# What to do:
The expected output is every entry, copied exactly.

====== Information given ======

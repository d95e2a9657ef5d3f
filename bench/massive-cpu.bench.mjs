// CPU cost of a massive-scalar greybody factor against the massless one of
// the same l, m, a and ω (the target: at most twice), for this build and a
// baseline build, all four interleaved in one process: the modes of
// bench/massive.bench.mjs (30) and the 40 random near-threshold modes of
// bench/massive-threshold.bench.mjs (v = k∞/ω ∈ [0.02, 0.5]), tol 1e-8.
// Each function's figure is the median of BATCHES batches of CPU time per
// call (cpuMsPerCall), the order rotated from batch to batch, after every
// function has run every mode three times (JIT warm-up); the least of the
// batches is recorded too (load on a shared machine only adds to it).
// Run: `npx tsc -b && node bench/massive-cpu.bench.mjs [baseline root] [tag]`
// (baseline default /tmp/base-main, a built checkout). Results:
// bench/results/massive-cpu-<date><tag>.json.
import { writeFileSync } from 'node:fs';
import { greybody } from '@penumbra/flux';
import { benchDir, cpuMsPerCall, fmt, median, seededMulberry, table, today } from './lib.mjs';

const baseRoot = process.argv[2] ?? '/tmp/base-main';
const tag = process.argv[3] ?? '';
const { greybody: baseGreybody } = await import(`${baseRoot}/packages/flux/dist/index.js`);
const BATCHES = 9;
const MIN_CPU_MS = 15;

const problem = (x, mass) => ({
  hole: { a: x.a },
  mode: { field: mass > 0 ? { spin: 0, mass } : { spin: 0 }, l: x.l, m: x.m },
  omega: x.omega,
});

// the modes of massive.bench.mjs: field mass a fraction f of ω, v = √(1 − f²)
const modes = [];
for (const x of [
  { a: 0, l: 0, m: 0, omega: 0.3 },
  { a: 0, l: 2, m: 0, omega: 0.8 },
  { a: 0.9, l: 1, m: 1, omega: 0.4 },
  { a: 0.7, l: 2, m: -1, omega: 1.2 },
  { a: 0.99, l: 3, m: 3, omega: 2 },
])
  for (const f of [0.1, 0.5, 0.75, 0.9, 0.99, 0.9987])
    modes.push({ set: 'massive', ...x, mass: f * x.omega, v: Math.sqrt(1 - f * f) });
// the modes of massive-threshold.bench.mjs (the same generator and draws)
const random = seededMulberry(20261203);
for (let i = 0; i < 40; i++) {
  const l = Math.floor(random() * 5);
  const m = -l + Math.floor(random() * (2 * l + 1));
  const x = { a: 0.99 * random(), l, m, omega: 0.05 * 40 ** random() };
  const v = 0.02 * 25 ** random();
  modes.push({ set: 'threshold', ...x, mass: x.omega * Math.sqrt(1 - v * v), v });
}

const fnsOf = (x) => [
  () => greybody(problem(x, x.mass)),
  () => greybody(problem(x, 0)),
  () => baseGreybody(problem(x, x.mass)),
  () => baseGreybody(problem(x, 0)),
];
for (let pass = 0; pass < 3; pass++) for (const x of modes) for (const f of fnsOf(x)) f();

const records = [];
for (const x of modes) {
  const fns = fnsOf(x);
  for (const f of fns) f();
  const times = fns.map(() => []);
  for (let b = 0; b < BATCHES; b++)
    for (let k = 0; k < fns.length; k++) {
      const j = (b + k) % fns.length;
      times[j].push(cpuMsPerCall(fns[j], MIN_CPU_MS, 100000));
    }
  const [ms, ms0, base, base0] = times.map(median);
  const [least, least0, leastBase, leastBase0] = times.map((t) => Math.min(...t));
  const g = greybody(problem(x, x.mass));
  const g0 = greybody(problem(x, 0));
  records.push({
    ...x,
    ratio: ms / ms0,
    baseRatio: base / base0,
    speedup: base / ms,
    masslessDrift: ms0 / base0,
    msMassive: ms,
    msMassless: ms0,
    msBaseMassive: base,
    msBaseMassless: base0,
    leastRatio: least / least0,
    leastBaseRatio: leastBase / leastBase0,
    rhsRatio: g.diagnostics.rhsEvaluations / g0.diagnostics.rhsEvaluations,
    relError: g.relError,
  });
}

const label = (r) => `${r.set === 'massive' ? 'M' : 'T'} a=${fmt(r.a, 2)} l=${r.l} m=${r.m} Mω=${fmt(r.omega, 3)}`;
console.log(`massive / massless CPU per greybody call at the same l, m, a, ω (tol 1e-8), this build against ${baseRoot}`);
console.log(
  table(
    [
      'mode',
      'v',
      'µs massive',
      'µs massless',
      'ratio',
      'ratio base',
      'least: ratio',
      'ratio base',
      'base/this massive',
      'massless this/base',
      'RHS ratio',
    ],
    records.map((r) => [
      label(r),
      fmt(r.v, 2),
      fmt(1e3 * r.msMassive, 3),
      fmt(1e3 * r.msMassless, 3),
      fmt(r.ratio, 2),
      fmt(r.baseRatio, 2),
      fmt(r.leastRatio, 2),
      fmt(r.leastBaseRatio, 2),
      fmt(r.speedup, 2),
      fmt(r.masslessDrift, 2),
      fmt(r.rhsRatio, 2),
    ]),
  ),
);
for (const set of ['massive', 'threshold', 'all']) {
  const rs = records.filter((r) => set === 'all' || r.set === set);
  const line = (key) => `median ${fmt(median(rs.map((r) => r[key])), 2)}, max ${fmt(Math.max(...rs.map((r) => r[key])), 2)}`;
  console.log(
    `${set} (${rs.length} modes): ratio this build ${line('ratio')}; baseline ${line('baseRatio')}; least of the batches: this build ${line('leastRatio')}, baseline ${line('leastBaseRatio')}; massless this/base ${line('masslessDrift')}`,
  );
}
console.log(
  `above 2: this build ${records.filter((r) => r.ratio > 2).length} (least of the batches ${records.filter((r) => r.leastRatio > 2).length}), baseline ${records.filter((r) => r.baseRatio > 2).length} (${records.filter((r) => r.leastBaseRatio > 2).length}) of ${records.length}`,
);
const over = records.filter((r) => r.ratio > 2);
console.log(
  `rows above 2 (this build): ${over.length}${over.map((r) => `\n  ${label(r)} v=${fmt(r.v, 2)}: ${fmt(r.ratio, 2)} (baseline ${fmt(r.baseRatio, 2)})`).join('')}`,
);
const overBase = records.filter((r) => r.baseRatio > 2);
console.log(
  `rows above 2 (baseline): ${overBase.length}${overBase.map((r) => `\n  ${label(r)} v=${fmt(r.v, 2)}: ${fmt(r.baseRatio, 2)} (this build ${fmt(r.ratio, 2)})`).join('')}`,
);
const path = `${benchDir}/results/massive-cpu-${today()}${tag}.json`;
writeFileSync(path, `${JSON.stringify({ baseline: baseRoot, batches: BATCHES, minCpuMs: MIN_CPU_MS, records }, null, 1)}\n`);
console.log(`written ${path}`);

======

# Solution for this task:
repository d95e2a9657ef5d3f
filename bench/massive-cpu.bench.mjs
// CPU cost of a massive-scalar greybody factor against the massless one of
// the same l, m, a and ω (the target: at most twice), for this build and a
// baseline build, all four interleaved in one process: the modes of
// bench/massive.bench.mjs (30) and the 40 random near-threshold modes of
// bench/massive-threshold.bench.mjs (v = k∞/ω ∈ [0.02, 0.5]), tol 1e-8.
// Each function's figure is the median of BATCHES batches of CPU time per
// call (cpuMsPerCall), the order rotated from batch to batch, after every
// function has run every mode three times (JIT warm-up); the least of the
// batches is recorded too (load on a shared machine only adds to it).
// Run: `npx tsc -b && node bench/massive-cpu.bench.mjs [baseline root] [tag]`
// (baseline default /tmp/base-main, a built checkout). Results:
// bench/results/massive-cpu-<date><tag>.json.
import { writeFileSync } from 'node:fs';
import { greybody } from '@penumbra/flux';
import { benchDir, cpuMsPerCall, fmt, median, seededMulberry, table, today } from './lib.mjs';

const baseRoot = process.argv[2] ?? '/tmp/base-main';
const tag = process.argv[3] ?? '';
const { greybody: baseGreybody } = await import(`${baseRoot}/packages/flux/dist/index.js`);
const BATCHES = 9;
const MIN_CPU_MS = 15;

const problem = (x, mass) => ({
  hole: { a: x.a },
  mode: { field: mass > 0 ? { spin: 0, mass } : { spin: 0 }, l: x.l, m: x.m },
  omega: x.omega,
});

// the modes of massive.bench.mjs: field mass a fraction f of ω, v = √(1 − f²)
const modes = [];
for (const x of [
  { a: 0, l: 0, m: 0, omega: 0.3 },
  { a: 0, l: 2, m: 0, omega: 0.8 },
  { a: 0.9, l: 1, m: 1, omega: 0.4 },
  { a: 0.7, l: 2, m: -1, omega: 1.2 },
  { a: 0.99, l: 3, m: 3, omega: 2 },
])
  for (const f of [0.1, 0.5, 0.75, 0.9, 0.99, 0.9987])
    modes.push({ set: 'massive', ...x, mass: f * x.omega, v: Math.sqrt(1 - f * f) });
// the modes of massive-threshold.bench.mjs (the same generator and draws)
const random = seededMulberry(20261203);
for (let i = 0; i < 40; i++) {
  const l = Math.floor(random() * 5);
  const m = -l + Math.floor(random() * (2 * l + 1));
  const x = { a: 0.99 * random(), l, m, omega: 0.05 * 40 ** random() };
  const v = 0.02 * 25 ** random();
  modes.push({ set: 'threshold', ...x, mass: x.omega * Math.sqrt(1 - v * v), v });
}

const fnsOf = (x) => [
  () => greybody(problem(x, x.mass)),
  () => greybody(problem(x, 0)),
  () => baseGreybody(problem(x, x.mass)),
  () => baseGreybody(problem(x, 0)),
];
for (let pass = 0; pass < 3; pass++) for (const x of modes) for (const f of fnsOf(x)) f();

const records = [];
for (const x of modes) {
  const fns = fnsOf(x);
  for (const f of fns) f();
  const times = fns.map(() => []);
  for (let b = 0; b < BATCHES; b++)
    for (let k = 0; k < fns.length; k++) {
      const j = (b + k) % fns.length;
      times[j].push(cpuMsPerCall(fns[j], MIN_CPU_MS, 100000));
    }
  const [ms, ms0, base, base0] = times.map(median);
  const [least, least0, leastBase, leastBase0] = times.map((t) => Math.min(...t));
  const g = greybody(problem(x, x.mass));
  const g0 = greybody(problem(x, 0));
  records.push({
    ...x,
    ratio: ms / ms0,
    baseRatio: base / base0,
    speedup: base / ms,
    masslessDrift: ms0 / base0,
    msMassive: ms,
    msMassless: ms0,
    msBaseMassive: base,
    msBaseMassless: base0,
    leastRatio: least / least0,
    leastBaseRatio: leastBase / leastBase0,
    rhsRatio: g.diagnostics.rhsEvaluations / g0.diagnostics.rhsEvaluations,
    relError: g.relError,
  });
}

const label = (r) => `${r.set === 'massive' ? 'M' : 'T'} a=${fmt(r.a, 2)} l=${r.l} m=${r.m} Mω=${fmt(r.omega, 3)}`;
console.log(`massive / massless CPU per greybody call at the same l, m, a, ω (tol 1e-8), this build against ${baseRoot}`);
console.log(
  table(
    [
      'mode',
      'v',
      'µs massive',
      'µs massless',
      'ratio',
      'ratio base',
      'least: ratio',
      'ratio base',
      'base/this massive',
      'massless this/base',
      'RHS ratio',
    ],
    records.map((r) => [
      label(r),
      fmt(r.v, 2),
      fmt(1e3 * r.msMassive, 3),
      fmt(1e3 * r.msMassless, 3),
      fmt(r.ratio, 2),
      fmt(r.baseRatio, 2),
      fmt(r.leastRatio, 2),
      fmt(r.leastBaseRatio, 2),
      fmt(r.speedup, 2),
      fmt(r.masslessDrift, 2),
      fmt(r.rhsRatio, 2),
    ]),
  ),
);
for (const set of ['massive', 'threshold', 'all']) {
  const rs = records.filter((r) => set === 'all' || r.set === set);
  const line = (key) => `median ${fmt(median(rs.map((r) => r[key])), 2)}, max ${fmt(Math.max(...rs.map((r) => r[key])), 2)}`;
  console.log(
    `${set} (${rs.length} modes): ratio this build ${line('ratio')}; baseline ${line('baseRatio')}; least of the batches: this build ${line('leastRatio')}, baseline ${line('leastBaseRatio')}; massless this/base ${line('masslessDrift')}`,
  );
}
console.log(
  `above 2: this build ${records.filter((r) => r.ratio > 2).length} (least of the batches ${records.filter((r) => r.leastRatio > 2).length}), baseline ${records.filter((r) => r.baseRatio > 2).length} (${records.filter((r) => r.leastBaseRatio > 2).length}) of ${records.length}`,
);
const over = records.filter((r) => r.ratio > 2);
console.log(
  `rows above 2 (this build): ${over.length}${over.map((r) => `\n  ${label(r)} v=${fmt(r.v, 2)}: ${fmt(r.ratio, 2)} (baseline ${fmt(r.baseRatio, 2)})`).join('')}`,
);
const overBase = records.filter((r) => r.baseRatio > 2);
console.log(
  `rows above 2 (baseline): ${overBase.length}${overBase.map((r) => `\n  ${label(r)} v=${fmt(r.v, 2)}: ${fmt(r.baseRatio, 2)} (this build ${fmt(r.ratio, 2)})`).join('')}`,
);
const path = `${benchDir}/results/massive-cpu-${today()}${tag}.json`;
writeFileSync(path, `${JSON.stringify({ baseline: baseRoot, batches: BATCHES, minCpuMs: MIN_CPU_MS, records }, null, 1)}\n`);
console.log(`written ${path}`);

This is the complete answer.